Nobel Prize in Physics 2023

Nobel Prize in Physics 2023

Every year the Nobel Prizes are presented to deserving individuals who have greatly contributed to society through their work in the fields of Medicine or Physiology, Literature, Chemistry, Economics and Peace. The aim behind awarding the Nobel Prize is to acknowledge and appreciate the immense hard work and dedication shown by these great minds. 

This year, the Royal Swedish Academy of Sciences has decided to award the Nobel Prize in  Physics 2023 to a trio comprising Pierre Agostini, Ferenc Krausz and Anne L’Huillier “for experimental methods that generate attosecond pulses of light for the study of electron dynamics in matter”. 

When two very fast-moving objects are seen by humans, we see them as a continuous flow.

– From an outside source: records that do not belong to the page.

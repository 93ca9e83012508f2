/**
 * Database chores: `tsx scripts/db.ts migrate | rollback | seed` (npm run db:migrate, db:rollback, db:seed).
 * Migrations are listed in db/migrations/index.ts, so no TypeScript loader is needed by knex.
 */
import knex from "knex";
import { knexConfig } from "../db/config";
import { seedDemo, DEMO_USERS, DEMO_PASSWORD } from "../db/seeds/demo";

async function main(): Promise<void> {
  const command = process.argv[2];
  const db = knex(knexConfig());
  try {
    switch (command) {
      case "migrate": {
        const [, done] = await db.migrate.latest();
        console.error(done.length ? `migrated: ${done.join(", ")}` : "schema up to date");
        break;
      }
      case "rollback": {
        const [, undone] = await db.migrate.rollback(undefined, true);
        console.error(undone.length ? `rolled back: ${undone.join(", ")}` : "nothing to roll back");
        break;
      }
      case "seed": {
        const { created } = await seedDemo(db);
        console.error(created ? "demo data seeded" : "demo data already present");
        console.error(`demo sign-ins (password "${DEMO_PASSWORD}"):`);
        for (const u of DEMO_USERS) console.error(`  ${u.role.padEnd(9)} ${u.email}`);
        break;
      }
      default:
        console.error("usage: tsx scripts/db.ts migrate | rollback | seed");
        process.exitCode = 2;
    }
  } finally {
    await db.destroy();
  }
}

main().catch((err: unknown) => {
  console.error(err instanceof Error ? err.message : err);
  process.exit(1);
});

For example, when you watch the blades of a fan that has been switched on, you cannot notice the individual blades moving separately. Rather, what you see is a continued, uniform circular motion of the blades, which look connected. 

If we want to observe motions or changes at the sub-microscopic level (extremely minute objects), such as in the case of atoms and electrons, we need a special kind of technology. This technology should allow scientists to see changes that happen in electrons in a very short time, measured in attoseconds. An attosecond is much shorter than a second. Billions of attoseconds can fit inside one second. 

Pierre Agostini, Ferenc Krausz and Anne L’Huillier have conducted many successful experiments and created short pulses of light which can measure the changes that happen in electrons. This groundbreaking invention has won them the Nobel Prize in Physics 2023.